• _The task_
In the records below, find the line that contains "crewRole: 'DIT, Night" and the line that contains "type Report = Omit<SetReportInput, 'conditions'>", then retype exactly those two lines and every line between them.

• _Data to process_
= Beginning of Section =
describe('parts · long descriptions', () => {
  it('parts · 20,000 "<" (80,000 bytes once escaped) · 201 and the description comes back whole', async () => {
    const { agent } = await signedIn();
    const description = '<'.repeat(20_000);
    const res = await submit(agent, submission({ title: 'Bracket with a very long description', description }));
    expect(res.status).toBe(201);
    const part = await agent.get(`/api/parts/${res.body.id}`).expect(200);
    expect(part.body.description).toBe(description);
    expect(part.body.descriptionHtml.split('&lt;').length - 1).toBe(20_000);
  });

  it('parts · HTML that would outgrow its column · 422 naming the description', () => {
    const tooLong = () => renderDescription('<'.repeat(100), 407); // 100 × '&lt;' inside <p></p> and a newline: 408 bytes
    expect(tooLong).toThrow(AppError);
    try {
      tooLong();
    } catch (err) {
      expect((err as AppError).status).toBe(422);
      expect((err as AppError).fields?.description).toMatch(/too long once formatted/);
    }
    expect(renderDescription('<'.repeat(100), 408)).toContain('&lt;');
  });

  it('parts · over the source limit · 422 naming the description', async () => {
    const { agent } = await signedIn();
    const res = await submit(agent, submission({ description: 'x'.repeat(20_001) }));
    expect(res.status).toBe(422);
    expect(res.body.error.fields.description).toMatch(/20,000/);
  });
});

describe('parts · files of a retired part', () => {
  it('files of a retired part · download by the author, a moderator, anyone else · the first two get them, others the 404 of an unknown file', async () => {
    const author = await signedIn();
    const member = await signedIn();
    const moderator = await signedIn('moderator');
    const created = await submit(author.agent, submission({ title: 'Retired clamp with files' }), await plainPng(32, 24)).expect(201);
    await publishDirectly(created.body.id);
    await t.services.parts.photosSettled();
    const page = await member.agent.get(`/api/parts/${created.body.id}`).expect(200);
    const model = page.body.files.find((f: { kind: string }) => f.kind === 'model');
    const photo = page.body.files.find((f: { kind: string }) => f.kind === 'photo');
    await member.agent.get(model.downloadUrl).expect(200);

    await Part.update({ status: 'retired' }, { where: { id: created.body.id } });
    const refused = await member.agent.get(model.downloadUrl);
    expect(refused.status).toBe(404);
    expect(refused.body).toEqual((await member.agent.get(`/api/parts/${created.body.id}/files/999999/download`)).body);
    expect((await request(t.app).get(model.downloadUrl)).status).toBe(401); // downloads need an account anyway
    await author.agent.get(model.downloadUrl).expect(200);
    await moderator.agent.get(model.downloadUrl).expect(200);
    // the page stays up for reference, photos included
    await member.agent.get(`/api/parts/${created.body.id}`).expect(200);
    await member.agent.get(photo.thumbnailUrl).expect(200);
  });
});

describe('database that accepts connections but never answers', () => {
  let frozen: Server;
  const sockets = new Set<Socket>();
  let port = 0;

  beforeAll(async () => {
    frozen = createServer((socket) => {
      sockets.add(socket);
      socket.on('close', () => sockets.delete(socket));
    });
    await new Promise<void>((resolve) => frozen.listen(0, '127.0.0.1', resolve));
    port = (frozen.address() as AddressInfo).port;
  });
  afterAll(async () => {
    for (const s of sockets) s.destroy();
    await new Promise<void>((resolve) => frozen.close(() => resolve()));
  });

  /** A Sequelize built the way the app builds it, against the silent server; the models go back to the test app. */
  function silentSequelize(overrides: Record<string, string>) {
    const sequelize = createSequelize(testConfig({ DB_PORT: String(port), ...overrides }));
    initModels(t.sequelize);
    return sequelize;
  }

  it('database that accepts connections but never answers · health · answers "down" from its own timeout while the query still hangs', async () => {
    const sequelize = silentSequelize({ DB_QUERY_TIMEOUT_MS: '0' }); // no pool timeouts: only the health check's own
    let settled = false;
    const query = sequelize.query('SELECT 1').finally(() => void (settled = true));
    query.catch(() => undefined);
    expect(await databaseAnswers(sequelize, 200)).toBe(false);
    expect(settled).toBe(false);

    const app = express().use('/api/health', healthRoutes(sequelize, { timeoutMs: 200 }));
    const res = await request(app).get('/api/health');
    expect(res.status).toBe(503);
    expect(res.body).toEqual({ status: 'degraded', db: 'down' });
    await sequelize.close().catch(() => undefined);
  });

  it('database that accepts connections but never answers · a request · 503 database_unavailable once the socket timeout gives up; the next ones wait for a probe only', async () => {
    const sequelize = silentSequelize({ DB_QUERY_TIMEOUT_MS: '300' });
    const watch = createDatabaseWatch(sequelize, 200);
    const log = vi.spyOn(console, 'error').mockImplementation(() => undefined);
    let handled = 0;
    const app = express();
    app.use('/api', watch.gate());
    app.get('/api/thing', async (_req, res) => {
      handled += 1;
      res.json(await sequelize.query('SELECT 1'));
    });
    app.use(errorHandler({ onDatabaseUnavailable: watch.reportUnavailable }));
    const first = await request(app).get('/api/thing');
    const second = await request(app).get('/api/thing');
    log.mockRestore();
    expect(first.status).toBe(503);
    expect(first.body.error.code).toBe('database_unavailable');
    expect(second.status).toBe(503);
    expect(second.body.error.code).toBe('database_unavailable');
    expect(handled).toBe(1); // the second never reached the database's pool timeouts
    await sequelize.close().catch(() => undefined);
  });
});

describe('database watch · the gate in front of /api', () => {
  it('database watch · requests after a failure · one shared probe: 503 while the database is silent, through once it answers', async () => {
    let answering = false;
    const query = vi.fn(() => (answering ? Promise.resolve([]) : new Promise<never>(() => undefined)));
    const watch = createDatabaseWatch({ query } as unknown as Sequelize, 100);
    let handled = 0;
    const app = express();
    app.use('/api', watch.gate());
    app.get('/api/x', (_req, res) => {
      handled += 1;
      res.json({ ok: true });
    });
    app.use(errorHandler());

    await request(app).get('/api/x').expect(200);
    expect(query).not.toHaveBeenCalled(); // no probing while all is well

    watch.reportUnavailable();
    const refused = await Promise.all([1, 2, 3].map(() => request(app).get('/api/x')));
    expect(refused.map((r) => [r.status, r.body.error.code])).toEqual(Array(3).fill([503, 'database_unavailable']));
    expect(handled).toBe(1);
    // callers asking at once share one probe
    query.mockClear();
    expect(await Promise.all([watch.check(), watch.check(), watch.check()])).toEqual([false, false, false]);
    expect(query).toHaveBeenCalledTimes(1);

    answering = true;
    await request(app).get('/api/x').expect(200);
    expect(handled).toBe(2);
    expect(watch.down).toBe(false);
  });
});
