// Invented camera bodies for the demo scenario (no real makers or models).
import type { SeedFn } from './seed';
import { CameraBody } from '../db/models';

export const DEMO_BODIES = [
  { slug: 'korvel-kx8', maker: 'Korvel', model: 'KX-8', aliases: ['KX8', 'Korvel 8'] },
  { slug: 'korvel-kx4-mini', maker: 'Korvel', model: 'KX-4 Mini', aliases: ['KX4', 'KX Mini'] },
  { slug: 'halden-h6', maker: 'Halden Cine', model: 'H6', aliases: ['Halden 6', 'H-6'] },
  { slug: 'halden-h2-lite', maker: 'Halden Cine', model: 'H2 Lite', aliases: ['H2L', 'Halden Lite'] },
  { slug: 'ostrava-vega-s35', maker: 'Ostrava Imaging', model: 'Vega S35', aliases: ['Vega', 'S35'] },
  { slug: 'marlin-m-cam-4k', maker: 'Marlinworks', model: 'M-Cam 4K', aliases: ['MCam', 'M-Cam'] },
  { slug: 'peregrine-p1', maker: 'Peregrine Digital', model: 'P1 Documentary', aliases: ['P1', 'Peregrine doc'] },
];

export const up: SeedFn = async () => {
  for (const body of DEMO_BODIES) await CameraBody.findOrCreate({ where: { slug: body.slug }, defaults: body });
};
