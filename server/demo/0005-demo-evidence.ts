// After the first shoots of the demo scenario: ratings and set reports from the Halfmoon Unit and two
// invented crew members from another unit, so the shelf shows proven figures and an outcome warning.
import { randomBytes } from 'node:crypto';
import type { SetReportInput } from '@shared/schemas/evidence';
import { hashPassword } from '../security/password';
import type { SeedFn } from './seed';
import { Part, User } from '../db/models';
import { DEMO_ACCOUNTS } from './0001-demo-crew';

const EXTRA_CREW = [
  { email: 'tobiah.renner@nightferry.test', displayName: 'Tobiah Renner', crewRole: 'Key grip, Night Ferry unit' },
  { email: 'sunniva.haldane@nightferry.test', displayName: 'Sunniva Haldane', crewRole: 'DIT, Night Ferry unit' },
];

type Who = 'member' | 'moderator' | 'admin' | 0 | 1;
type Report = Omit<SetReportInput, 'conditions'> & { by: Who; conditions?: SetReportInput['conditions'] };

const EVIDENCE: { slug: string; ratings: [Who, number, string?][]; reports: Report[] }[] = [
  {
    slug: 'receiver-cradle-for-15-mm-rods',
    ratings: [
      ['moderator', 5, 'Slid on first time, no play.'],
      [0, 4],
      [1, 5],
    ],
    reports: [
      { by: 'moderator', production: 'The Salt Road', daysInUse: 18, outcome: 'held-up', material: 'PETG', conditions: ['vehicle'] },
      { by: 0, production: 'Night Ferry', daysInUse: 9, outcome: 'held-up', material: 'PETG', conditions: ['wet'] },
      {
        by: 1,
        production: 'Night Ferry',
        daysInUse: 9,
        outcome: 'worn-but-working',
        material: 'PETG',
        conditions: ['dust'],
        notes: 'Thumb screw thread wore; swapped for a metal insert.',
      },
      { by: 'admin', production: 'The Salt Road', daysInUse: 12, outcome: 'held-up', material: 'PETG' },
    ],
  },
  {
    slug: 'v-style-plate-spacer-6-mm',
    ratings: [['member', 4, 'Does what it says.']],
    reports: [
      { by: 'member', production: 'The Salt Road', daysInUse: 20, outcome: 'held-up', material: 'PETG' },
      { by: 0, production: 'Night Ferry', daysInUse: 6, outcome: 'held-up', material: 'PETG', conditions: ['cold'] },
    ],
  },
  {
    slug: 'lens-gear-ring-module-0-8-for-80-mm-barrels',
    ratings: [[1, 4]],
    reports: [
      { by: 1, production: 'Night Ferry', daysInUse: 4, outcome: 'held-up', material: 'PETG' },
      {
        by: 'moderator',
        production: 'The Salt Road',
        daysInUse: 7,
        outcome: 'cracked',
        material: 'PETG',
        conditions: ['impacts'],
        notes: 'Dropped from the focus puller’s belt onto concrete.',
      },
    ],
  },
  {
    slug: 'dashboard-monitor-yoke',
    ratings: [
      ['member', 5],
      [0, 4],
    ],
    reports: [
      {
        by: 0,
        production: 'Night Ferry',
        daysInUse: 3,
        outcome: 'deformed',
        material: 'PLA',
        infillPct: 30,
        walls: 3,
        conditions: ['heat', 'vehicle'],
        notes: 'Printed in PLA to save time; sagged on the dash by lunch.',
      },
      { by: 1, production: 'Night Ferry', daysInUse: 2, outcome: 'deformed', material: 'PLA', infillPct: 40, walls: 4, conditions: ['heat'] },
      { by: 'member', production: 'The Salt Road', daysInUse: 11, outcome: 'held-up', material: 'ASA', conditions: ['heat', 'vehicle'] },
      { by: 'admin', production: 'The Salt Road', daysInUse: 11, outcome: 'held-up', material: 'ASA', conditions: ['heat', 'vehicle'] },
    ],
  },
  {
    slug: 'snap-on-cable-clip-for-15-mm-rods',
    ratings: [['member', 5, 'Keeps the SDI off the follow focus.']],
    reports: [{ by: 'member', production: 'The Salt Road', daysInUse: 20, outcome: 'held-up', material: 'TPU', conditions: ['vehicle'] }],
  },
];

export const up: SeedFn = async ({ context: { services } }) => {
  if (!services) throw new Error('the demo evidence seeder needs the app services');
  const passwordHash = await hashPassword(randomBytes(24).toString('base64url'), 12);
  const extras = [];
  for (const c of EXTRA_CREW) extras.push((await User.findOrCreate({ where: { email: c.email }, defaults: { ...c, passwordHash } }))[0]);
  const demo = async (role: string) => (await User.findOne({ where: { email: DEMO_ACCOUNTS.find((a) => a.role === role)!.email } }))!;
  const people: Record<string, User> = {
    member: await demo('member'),
    moderator: await demo('moderator'),
    admin: await demo('admin'),
    0: extras[0],
    1: extras[1],
  };

  for (const entry of EVIDENCE) {
    const part = await Part.findOne({ where: { slug: entry.slug } });
    if (!part || part.status !== 'published') continue;
    for (const [who, stars, comment] of entry.ratings) await services.evidence.rate(people[who], String(part.id), { stars, comment });
    for (const { by, ...report } of entry.reports) {
      await services.evidence.fileReport(people[by], String(part.id), { conditions: [], ...report }, []);
    }
  }
};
= End of Section =
• _Response for this exercise_
  { email: 'sunniva.haldane@nightferry.test', displayName: 'Sunniva Haldane', crewRole: 'DIT, Night Ferry unit' },
];

type Who = 'member' | 'moderator' | 'admin' | 0 | 1;
type Report = Omit<SetReportInput, 'conditions'> & { by: Who; conditions?: SetReportInput['conditions'] };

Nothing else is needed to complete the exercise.